Com pelo menos 20 cenários ajustados na primeira rodada e um afastamento polêmico de uma das registradoras, o projeto avança em ritmo mais cauteloso do que o previsto, mas com adoção obrigatória marcada para 2027.
Contexto: o que é a duplicata escritural e por que ela importa
A duplicata escritural é a versão digital do título de crédito que representa vendas a prazo, um dos instrumentos mais utilizados no financiamento de capital de giro no Brasil. Diferente da duplicata física ou mercantil, ela existe apenas em formato eletrônico, registrada em plataformas habilitadas pelo Banco Central e acessível de forma padronizada por toda a cadeia financeira: bancos, empresas, fintechs e fundos de investimento.
Para o mercado de FIDCs (Fundos de Investimento em Direitos Creditórios), trata-se de uma mudança estrutural relevante. Hoje, o mercado de duplicatas em formato mercantil movimenta cerca de R$ 10 trilhões por ano, segundo estimativas da indústria. A digitalização desse volume deve facilitar operações com prazos mais longos e tickets de maior valor, ampliando a atratividade do instrumento como ativo subjacente para estruturas de securitização.
A governança do projeto está sob responsabilidade de um comitê formado pelas registradoras participantes: B3, Cerc, Núclea, Quick Soft e SPC Grafeno.
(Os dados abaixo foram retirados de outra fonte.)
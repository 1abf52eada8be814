"""DXF drawings to profiles (read with ezdxf).

Reading goes in three steps, each usable on its own:

1. :func:`read_drawing` (:mod:`.drawing`) reads the file with ezdxf (:mod:`.document`: in its
   recover mode when the strict reader fails, so that damaged files load where they can),
   expands block references with their transforms (:mod:`.blocks`) and turns every curve of
   model space into a :class:`~warpwise.io.pieces.Piece` (:mod:`.entities`, one reader per
   entity type): LINE, ARC, CIRCLE, ELLIPSE (full and partial), SPLINE, LWPOLYLINE and 2D
   POLYLINE (bulges become true arcs), flat 3D POLYLINE, and the boundary paths of HATCH
   (:mod:`.hatch`). Everything else (text, dimensions, points...) is counted and left out.
   Coordinates are converted to the profile's length unit here (:mod:`.units`).
2. :func:`lay_out` (:mod:`.layout`) joins the pieces of the chosen layers into closed loops
   within a joining tolerance tied to the drawing size, takes the hatch boundaries (one that
   repeats a drawn loop marks it as hatched, a cut section), leaves out a drawing frame and its
   title block (:mod:`.sheet`), checks the loops and nests them even-odd into parts, listing
   every defect on the way.
3. :func:`build_profile` (:mod:`.build`) takes the part asked for, else the only hatched part
   of several, draws the loops of the chosen part(s) as polygons at a chord tolerance tied to
   the mesh size and validates them with
   :func:`warpwise.geometry.profile_from_loops`.

:func:`read_dxf` does all three. Layer names are kept per loop (``DxfProfile.loop_layers``);
they become region materials only when asked (``layer_materials``: every layer its own, or a
mapping from layer to material name), so that by default a hole drawn on another layer than its
outline is still a hole.

Examples
--------
>>> import ezdxf, tempfile, pathlib
>>> doc = ezdxf.new()
>>> doc.header["$INSUNITS"] = 4
>>> msp = doc.modelspace()
>>> _ = msp.add_lwpolyline([(0, 0), (40, 0), (40, 20), (0, 20)], close=True)
>>> _ = msp.add_circle((20, 10), 5)
>>> path = pathlib.Path(tempfile.mkdtemp()) / "plate.dxf"
>>> doc.saveas(path)
>>> p = read_dxf(path)
>>> len(p.regions), len(p.regions[0].holes), p.units
(1, 1, 'mm')
>>> bool(abs(p.area - (800 - 25 * 3.141592653589793)) < 1e-4 * p.area)
True

"""

from __future__ import annotations

from collections.abc import Mapping, Sequence
from pathlib import Path

from ...errors import UsageError
from ...geometry.profile import Profile
from .blocks import MAX_BLOCK_DEPTH
from .build import (
    CHORD_AREA_BUDGET,
    CHORD_PER_MESH_SIZE,
    MIN_CHORD_PER_MESH_SIZE,
    PARTS_IN_MESSAGE,
    DrawingError,
    DxfProfile,
    build_profile,
    choose_chord_tolerance,
)
from .collect import MAX_ENTITIES
from .drawing import Drawing, read_drawing
from .layout import JOIN_TOLERANCE, LayerSummary, Layout, Loop, lay_out, open_chain_defects
from .units import INSUNITS, Units, resolve_units


def layer_material_table(layout: Layout, given: Mapping[str, str],
                         other: str | None = None) -> dict[str, str | None]:
    """Material name of every layer of a laid-out drawing, from the names given per layer.

    Parameters
    ----------
    layout : Layout
        The laid-out drawing.
    given : mapping of str to str
        Material name by layer (layer names are not case-sensitive).
    other : str, optional
        Material name of the layers not in ``given`` (None: the profile's one material,
        chosen at the analysis).

    Returns
    -------
    dict of str to (str or None)
        Every layer of the profile (``layout.layers``) to its material name.

    Raises
    ------
    UsageError
        For a layer that holds no geometry (naming the layers that do) or that is not part of
        the profile.

    """
    d = layout.drawing
    known = {name.lower(): name for name in d.layers}
    table: dict[str, str | None] = dict.fromkeys(layout.layers, other)
    for layer, material in given.items():
        name = known.get(layer.lower())
        if name is None:
            raise UsageError(f"--layer-material names layer {layer!r}, which holds no lines or "
                             f"curves (layers with geometry: {', '.join(d.layers) or 'none'})",
                             file=d.source)
        if name not in layout.layers:
            raise UsageError(f"--layer-material names layer {name!r}, which is not part of the "
                             f"profile (layers used: {', '.join(layout.layers) or 'none'}; "
                             "choose layers with --layer)", file=d.source)
        table[name] = material
    return table


def import_dxf(path: str | Path, units: str | None = None, *, layers: Sequence[str] | None = None,
               part: int | None = None, all_parts: bool = False, chord_tolerance: float | None = None,
               mesh_size: float | None = None, layer_materials: bool | Mapping[str, str] = False,
               join_tolerance: float | None = None, other_layers_material: str | None = None,
               max_entities: int | None = None) -> DxfProfile:
    """Read a DXF drawing into a profile, keeping the layers and tolerances used.

    Parameters are those of :func:`read_dxf`.

    Returns
    -------
    DxfProfile

    """
    layout = lay_out(read_drawing(path, units, max_entities), layers, tolerance=join_tolerance)
    return profile_of_layout(layout, part=part, all_parts=all_parts,
                             chord_tolerance=chord_tolerance, mesh_size=mesh_size,
                             layer_materials=layer_materials,
                             other_layers_material=other_layers_material)


def profile_of_layout(layout: Layout, *, part: int | None = None, all_parts: bool = False,
                      chord_tolerance: float | None = None, mesh_size: float | None = None,
                      layer_materials: bool | Mapping[str, str] = False,
                      other_layers_material: str | None = None) -> DxfProfile:
    """The profile of a laid-out drawing, with materials by layer when asked.

    :func:`build_profile` after :func:`layer_material_table` for a mapping; the parameters
    are those of :func:`read_dxf`.

    Returns
    -------
    DxfProfile

    """
    if isinstance(layer_materials, Mapping) and layer_materials:
        layer_materials = layer_material_table(layout, layer_materials, other_layers_material)
    return build_profile(layout, part=part, all_parts=all_parts, chord_tolerance=chord_tolerance,
                         mesh_size=mesh_size, layer_materials=layer_materials)


def read_dxf(path: str | Path, units: str | None = None, *, layers: Sequence[str] | None = None,
             part: int | None = None, all_parts: bool = False, chord_tolerance: float | None = None,
             mesh_size: float | None = None, layer_materials: bool | Mapping[str, str] = False,
             join_tolerance: float | None = None, other_layers_material: str | None = None,
             max_entities: int | None = None) -> Profile:
    """Read a DXF drawing into a validated profile.

    Parameters
    ----------
    path : str or Path
        DXF file.
    units : str, optional
        Length unit of the coordinates, overriding ``$INSUNITS`` (default: the header's unit,
        else millimetres with a note).
    layers : sequence of str, optional
        Layers holding the profile (default: every layer with closed geometry).
    part : int, optional
        Analyse only this part (1-based, largest first) of a drawing with several.
    all_parts : bool
        Take all parts together as one section.
    chord_tolerance : float, optional
        Chord (sagitta) tolerance for curves, profile unit; default tied to ``mesh_size``.
    mesh_size : float, optional
        Mesh size the profile is meant for, profile unit.
    layer_materials : bool or mapping
        True: each layer's name is the material of its loops. A mapping from layer to
        material name (layer names not case-sensitive): those layers' loops are of those
        materials, the other layers' of ``other_layers_material``. Loops of one material nest
        even-odd; a region inside one of another material is an insert.
    join_tolerance : float, optional
        Ends closer than this are one point, profile unit (default :data:`JOIN_TOLERANCE`
        times the diagonal of the drawing).
    other_layers_material : str, optional
        With a mapping ``layer_materials``: the material name of the layers not in it (None:
        the profile's one material, chosen at the analysis).
    max_entities : int, optional
        Most entities the drawing may expand to, each copy of a block counted, and most curves
        read (default :data:`MAX_ENTITIES`); a drawing beyond it is refused before it is
        expanded.

    Returns
    -------
    Profile

    Raises
    ------
    InputFileError
        For a file that cannot be read as a DXF drawing.
    ProfileError
        For a drawing that is not one valid section (with what was found and how to choose).
    UsageError
        For an unknown layer or part number, or a layer material on a layer the profile does
        not use.

    """
    return import_dxf(path, units, layers=layers, part=part, all_parts=all_parts,
                      chord_tolerance=chord_tolerance, mesh_size=mesh_size,
                      layer_materials=layer_materials, join_tolerance=join_tolerance,
                      other_layers_material=other_layers_material,
                      max_entities=max_entities).profile


__all__ = ["CHORD_AREA_BUDGET", "CHORD_PER_MESH_SIZE", "INSUNITS", "JOIN_TOLERANCE", "MAX_BLOCK_DEPTH",
           "MAX_ENTITIES", "MIN_CHORD_PER_MESH_SIZE", "PARTS_IN_MESSAGE", "Drawing", "DrawingError",
           "DxfProfile", "LayerSummary", "Layout", "Loop", "Units", "build_profile",
           "choose_chord_tolerance", "import_dxf", "lay_out", "layer_material_table",
           "open_chain_defects", "profile_of_layout", "read_drawing", "read_dxf", "resolve_units"]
Cada uma representa um player distinto no ecossistema de registro de recebíveis, e a coexistência entre elas exige um nível de interoperabilidade técnica que tem se mostrado mais desafiador do que o previsto inicialmente.
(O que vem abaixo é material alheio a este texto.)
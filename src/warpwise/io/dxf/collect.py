"""Where the entity readers put what they find: pieces in the profile's unit, and defects.

A :class:`PieceCollector` takes drawing coordinates, converts them to the profile's length
unit and keeps every usable piece (a line, an arc, a polyline of lines and bulge arcs, any
other curve), leaving out with a warning what is not finite or beyond the coordinate limit. It
also counts the entities met inside block references and those left out, and records which
pieces are the boundary paths of each hatch (:class:`HatchBoundary`).
"""

from __future__ import annotations

from collections import Counter
from collections.abc import Sequence
from dataclasses import dataclass

import numpy as np

from ...errors import InputFileError
from ...geometry.loops import MAX_COORDINATE
from ..defects import WARNING, Defect, fmt_point
from ..options import MAX_ENTITIES
from ..pieces import (
    Piece,
    arc_piece,
    bulge_arc,
    ellipse_piece,
    line_piece,
    point_piece,
    polyline_piece,
)
from ..progress import ProgressLine


@dataclass(frozen=True)
class HatchBoundary:
    """The boundary of one HATCH: its paths as pieces of the drawing.

    Attributes
    ----------
    label : str
        Name of the hatch in messages, e.g. ``HATCH #2A``.
    layer : str
        Its layer.
    style : int
        DXF hatch style: 0 fills between every other boundary (even-odd), 1 only the outermost
        area, 2 everything inside the outermost boundaries.
    paths : tuple of tuple of int
        For each boundary path (text boxes left out), the indices of its pieces.
    """

    label: str
    layer: str
    style: int
    paths: tuple[tuple[int, ...], ...]


class PieceCollector:
    """Pieces and defects of one drawing, in the profile's unit.

    Parameters
    ----------
    source : str
        File name, for messages.
    factor : float
        Drawing coordinates times this give lengths in the profile's unit.
    limit : int, optional
        Most pieces kept (default :data:`MAX_ENTITIES`).
    """

    def __init__(self, source: str, factor: float, limit: int | None = None) -> None:
        self.source = source
        self.f = factor
        self.limit = MAX_ENTITIES if limit is None else limit
        self.pieces: list[Piece] = []
        self.defects: list[Defect] = []
        self.in_blocks: Counter[str] = Counter()
        self.skipped: Counter[str] = Counter()
        self.unreadable: Counter[str] = Counter()
        self.hatches: list[HatchBoundary] = []
        self.read = 0  # entities and MINSERT cells read so far
        self.progress: ProgressLine | None = None

    def tick(self) -> None:
        """Count one entity (or MINSERT cell) read, for the progress line."""
        self.read += 1
        if self.progress is not None and not self.read & 1023:
            self.progress.update(self.read)

    def warn(self, kind: str, text: str, where: Sequence[tuple[float, float]] = (),
             layer: str | None = None) -> None:
        """Record a warning: something repaired or left out."""
        self.defects.append(Defect(kind, text, tuple(where), WARNING, layer))

    def tilted(self, label: str, layer: str) -> None:
        """Leave out an entity that does not lie in the x-y plane."""
        self.warn("not flat", f"{label} on layer {layer} does not lie in the x-y plane: left out",
                  layer=layer)

    def add(self, piece: Piece) -> None:
        """Keep a piece (profile unit) unless a coordinate is not finite or beyond the limit."""
        ends = np.array([piece.start, piece.end, piece.probe], dtype=float)
        if not (np.all(np.isfinite(ends)) and np.isfinite(piece.length)):
            self.warn("unreadable", f"{piece.label} on layer {piece.layer} has a coordinate that is "
                      "not a finite number: left out", layer=piece.layer)
            return
        if float(np.abs(ends).max()) > MAX_COORDINATE:
            self.warn("unreadable", f"{piece.label} on layer {piece.layer} reaches a coordinate of "
                      f"{float(np.abs(ends).max()):.3g}, beyond {MAX_COORDINATE:.0e}: left out",
                      layer=piece.layer)
            return
        if len(self.pieces) >= self.limit:
            raise InputFileError(f"the drawing has more than {self.limit:,} curves, the limit; "
                                 "--max-entities N lifts the limit", file=self.source)
        self.pieces.append(piece)

    def line(self, p: np.ndarray, q: np.ndarray, layer: str, label: str) -> None:
        """A straight line from p to q, drawing coordinates."""
        self.add(line_piece(p * self.f, q * self.f, layer, label))

    def arc(self, c: np.ndarray, r: float, t0: float, sweep: float, layer: str, label: str,
            closed: bool = False) -> None:
        """Arc of centre c, radius r from angle t0 (radians) by a signed sweep (CCW positive)."""
        c, r = c * self.f, r * self.f
        if not (np.all(np.isfinite(c)) and np.isfinite(r) and r > 0):
            self.warn("unreadable", f"{label} on layer {layer} has no valid radius: left out",
                      layer=layer)
            return
        self.add(arc_piece(c, r, t0, sweep, layer, label, closed))

    def ellipse(self, c: np.ndarray, u: np.ndarray, v: np.ndarray, t0: float, sweep: float,
                layer: str, label: str, closed: bool = False) -> None:
        """Ellipse arc c + u cos t + v sin t (drawing coordinates) from t0 by a signed sweep (radians)."""
        c, u, v = c * self.f, u * self.f, v * self.f
        size = max(float(np.hypot(*u)), float(np.hypot(*v)))
        if not (np.all(np.isfinite(np.concatenate([c, u, v]))) and size > 0
                and min(float(np.hypot(*u)), float(np.hypot(*v))) > 1e-12 * size):
            self.warn("unreadable", f"{label} on layer {layer} has no valid axes: left out",
                      layer=layer)
            return
        self.add(ellipse_piece(c, u, v, t0, sweep, layer, label, closed))

    def polyline(self, xy: np.ndarray, bulges: np.ndarray, closed: bool, sign: float, layer: str,
                 label: str) -> None:
        """A polyline of WCS vertices (n, 2); bulges as in the file, flipped by ``sign``."""
        xy = xy * self.f
        n = len(xy)
        if n == 0:
            return
        size = float(np.ptp(xy, axis=0).max()) if n > 1 else 0.0
        tiny = 1e-9 * max(size, float(np.abs(xy).max(initial=0.0)), 1e-300)
        count = n if closed else n - 1
        segs: list[tuple] = []
        all_zero = size <= tiny  # then the whole polyline is reported as one zero-length piece
        for k in range(count):
            p, q = xy[k], xy[(k + 1) % n]
            if np.hypot(*(q - p)) <= tiny:
                if not (closed and k == count - 1) and not all_zero:  # a repeated closing vertex
                    self.warn("zero length", f"{label} on layer {layer} has a zero-length segment "
                              f"at {fmt_point(p)}: left out", (tuple(p),), layer)
                continue
            b = float(bulges[k]) * sign
            if abs(b) > 1e-12 and np.isfinite(b):
                segs.append(("arc", *bulge_arc(p, q, b)))
            else:
                segs.append(("line", p, q))
        if not segs:
            self.add(point_piece(xy[0], layer, label))
            return
        self.add(polyline_piece(segs, closed, layer, label))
O que mudou: o segundo ciclo começa com lições do primeiro
As registradoras Quick Soft e SPC Grafeno iniciaram nesta semana o segundo ciclo de testes da duplicata escritural, seguindo o caminho já percorrido por B3, Núclea e Cerc. O modelo adotado prevê duas etapas: primeiro, cada registradora realiza testes isolados em seus próprios sistemas; depois, a segunda etapa verifica as conexões entre as plataformas, com foco na interoperabilidade que tornará o ecossistema funcional para o mercado.
A razão para esse escalonamento ficou evidente na primeira rodada. O cronograma original de 60 dias não foi suficiente para cobrir a complexidade da operação. Pelo menos 20 cenários exigiram ajustes, e dois fatores externos agravaram os atrasos: a necessidade de aprovação do Banco Central para determinadas etapas e o atraso na divulgação do relatório de certificação elaborado pela Grant Thornton, auditoria responsável por validar os resultados.
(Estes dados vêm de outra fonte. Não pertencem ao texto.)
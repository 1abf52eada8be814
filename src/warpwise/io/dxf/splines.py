"""SPLINE curves: their construction, and their points within a distance, vectorised.

ezdxf's own flattening subdivides point by point in Python (tens of microseconds a point, 16
points at least per knot span), which takes minutes for a spline of 100,000 control points.
:func:`spline_points` evaluates every point at once with scipy's B-splines: per knot span a
bound on the second derivative spreads the chords (a chord over a parameter step d lies within
max|C''| d^2 / 8 of the curve), knots where the curve may turn a corner are kept, then every
chord whose midpoint on the curve is farther than the tolerance is halved until none is (the
test ezdxf's flattening makes).

:func:`spline_tool` is ezdxf's construction tool of the entity, but a spline given by fit
points only is interpolated by ezdxf with a dense matrix (n x n for n fit points): above
:data:`MAX_FIT_POINTS` it is refused before that memory is taken.
"""

from __future__ import annotations

import numpy as np

from ...errors import InputFileError

#: Most fit points of a SPLINE without control points (ezdxf interpolates them with an n x n
#: matrix held as Python lists: 2,000 fit points take about 130 MB and a second).
MAX_FIT_POINTS = 2_000

#: Most rounds of halving the chords that are still too far from the curve.
_MAX_ROUNDS = 40


def spline_tool(e: object, file: str, label: str) -> object:
    """The ezdxf B-spline of a SPLINE entity (``e.construction_tool()``), refusing a huge one.

    Parameters
    ----------
    e : ezdxf SPLINE entity
        The spline.
    file, label : str
        File name and entity label, for the message.

    Returns
    -------
    ezdxf.math.BSpline

    Raises
    ------
    InputFileError
        For a spline of more than :data:`MAX_FIT_POINTS` fit points and no control points.

    """
    n = e.fit_point_count()
    if not e.control_point_count() and n > MAX_FIT_POINTS:
        raise InputFileError(
            f"{label} is given by {n:,} fit points and no control points, more than the "
            f"{MAX_FIT_POINTS:,} that are interpolated (an n x n matrix, at least "
            f"{n * n * 8 / 1e6:,.0f} MB here); save the spline with its control points in the "
            "CAD program", file=file)
    return e.construction_tool()


def _evaluators(ct: object) -> tuple:
    """(curve, second derivative) of an ezdxf B-spline as vectorised functions of t (x-y)."""
    from scipy.interpolate import BSpline

    p = int(ct.degree)
    t = np.asarray(ct.knots(), dtype=float)
    c = np.asarray([tuple(v)[:2] for v in ct.control_points], dtype=float).reshape(-1, 2)
    if not ct.is_rational:
        num = BSpline(t, c, p)
        # derivatives by span (scipy evaluates them piecewise, across repeated knots too)
        return num, lambda u: num(u, nu=2) if p >= 2 else np.zeros((len(u), 2))
    w = np.asarray(ct.weights(), dtype=float)
    num, den = BSpline(t, c * w[:, None], p), BSpline(t, w, p)

    def curve(u: np.ndarray) -> np.ndarray:
        return num(u) / den(u)[:, None]

    def second(u: np.ndarray) -> np.ndarray:
        wu, w1 = den(u)[:, None], den(u, nu=1)[:, None]
        cu = num(u) / wu
        c1 = (num(u, nu=1) - cu * w1) / wu
        if p < 2:
            return -2.0 * c1 * w1 / wu
        return (num(u, nu=2) - 2.0 * c1 * w1 - cu * den(u, nu=2)[:, None]) / wu

    return curve, second


def _chord_distance(a: np.ndarray, b: np.ndarray, m: np.ndarray) -> np.ndarray:
    """Distance of points m from the chords a-b (from a where a chord has no length)."""
    d = b - a
    n = np.hypot(d[:, 0], d[:, 1])
    cross = np.abs(d[:, 0] * (m[:, 1] - a[:, 1]) - d[:, 1] * (m[:, 0] - a[:, 0]))
    with np.errstate(invalid="ignore", divide="ignore"):
        return np.where(n > 0, cross / np.where(n > 0, n, 1.0), np.hypot(*(m - a).T))


def spline_points(ct: object, tolerance: float) -> np.ndarray:
    """Points on a B-spline from its start to its end, no chord farther than ``tolerance`` from it.

    Parameters
    ----------
    ct : ezdxf.math.BSpline
        The spline (its x and y are used), drawing unit.
    tolerance : float
        Largest distance between a chord's midpoint on the curve and the chord, drawing unit.

    Returns
    -------
    numpy.ndarray
        Points (n, 2), drawing unit, over the spline's parameter range [t_p, t_n] (degree p,
        n control points).

    """
    curve, second = _evaluators(ct)
    p = int(ct.degree)
    knots = np.asarray(ct.knots(), dtype=float)
    lo, hi = knots[p], knots[len(knots) - p - 1]
    ends, mult = np.unique(np.clip(knots, lo, hi), return_counts=True)
    if len(ends) < 2:
        return curve(np.array([lo]))
    h = np.diff(ends)
    # |C''| sampled per span, just inside its ends (exact bound up to cubics)
    q = np.linspace(1e-9, 1.0 - 1e-9, 2 * p + 2)
    u = (ends[:-1, None] + h[:, None] * q[None, :]).ravel()
    m = np.nan_to_num(np.hypot(*second(u).T)).reshape(len(h), -1).max(axis=1)
    # chords spread evenly in the measure sqrt(max|C''| / (8 tol)) dt: one unit per chord
    need = np.concatenate([[0.0], np.cumsum(h * np.sqrt(m / (8.0 * tolerance)))])
    params = [np.interp(np.linspace(0.0, need[-1], int(np.ceil(need[-1])) + 1), need, ends)]
    corners = ends[1:-1][mult[1:-1] >= p]  # the curve may turn a corner at these knots
    params = np.unique(np.concatenate([params[0], corners, [lo, hi]]))
    pts = curve(params)
    for _ in range(_MAX_ROUNDS):
        mid = 0.5 * (params[:-1] + params[1:])
        mp = curve(mid)
        far = np.flatnonzero(_chord_distance(pts[:-1], pts[1:], mp) > tolerance)
        if not len(far):
            break
        params = np.insert(params, far + 1, mid[far])
        pts = np.insert(pts, far + 1, mp[far], axis=0)
    return pts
Em março, as empresas remanescentes comunicaram ao comitê que precisavam de mais tempo para avançar com segurança. Uma nova votação aprovou a prorrogação do prazo, evidenciando que o processo, apesar de tecnicamente robusto, ainda carrega fricções de governança entre os participantes.
Análise: o afastamento da SPC Grafeno e as tensões internas do projeto
O episódio mais revelador do primeiro ciclo foi o afastamento da SPC Grafeno. A auditoria identificou uma falha nos testes da empresa e considerou o exercício irregular. A registradora contestou a decisão, mas as demais participantes mantiveram a suspensão em votação formal, consolidando um precedente de governança que ainda divide opiniões no setor.
Do lado da Quick Soft, o CEO Lucas Fiuza foi além das questões técnicas ao comentar a extensão dos prazos. Para ele, prolongar o processo pode acabar favorecendo a competição entre registradoras, algo que, na sua avaliação, não seria saudável para o ecossistema.
“O risco de uma corrida entre plataformas, em vez de uma construção colaborativa, é real”, analisam especialistas do mercado de crédito que acompanham o projeto. A crítica aponta para uma tensão estrutural do modelo: registradoras que precisam cooperar tecnicamente são, ao mesmo tempo, concorrentes comerciais na captação de clientes. Esse conflito de interesses precisa ser gerenciado com cuidado para que o projeto não perca coesão antes de sua fase mais crítica.
Perspectivas: autorização do BC e calendário de adoção obrigatória
O próximo marco do projeto está condicionado ao Banco Central. B3, Cerc e Núclea aguardam a anuência da autarquia para operar como entidades escrituradoras. Uma vez obtida a autorização, o regulador prevê uma fase controlada de seis meses, com um grupo seleto de clientes, antes da abertura ampla do mercado.
A adoção obrigatória foi escalonada de forma gradual. A partir de 2027, os bancos deverão registrar duplicatas no modelo escritural para grandes empresas. A exigência se estenderá progressivamente até meados de 2028, alcançando também as companhias de menor porte.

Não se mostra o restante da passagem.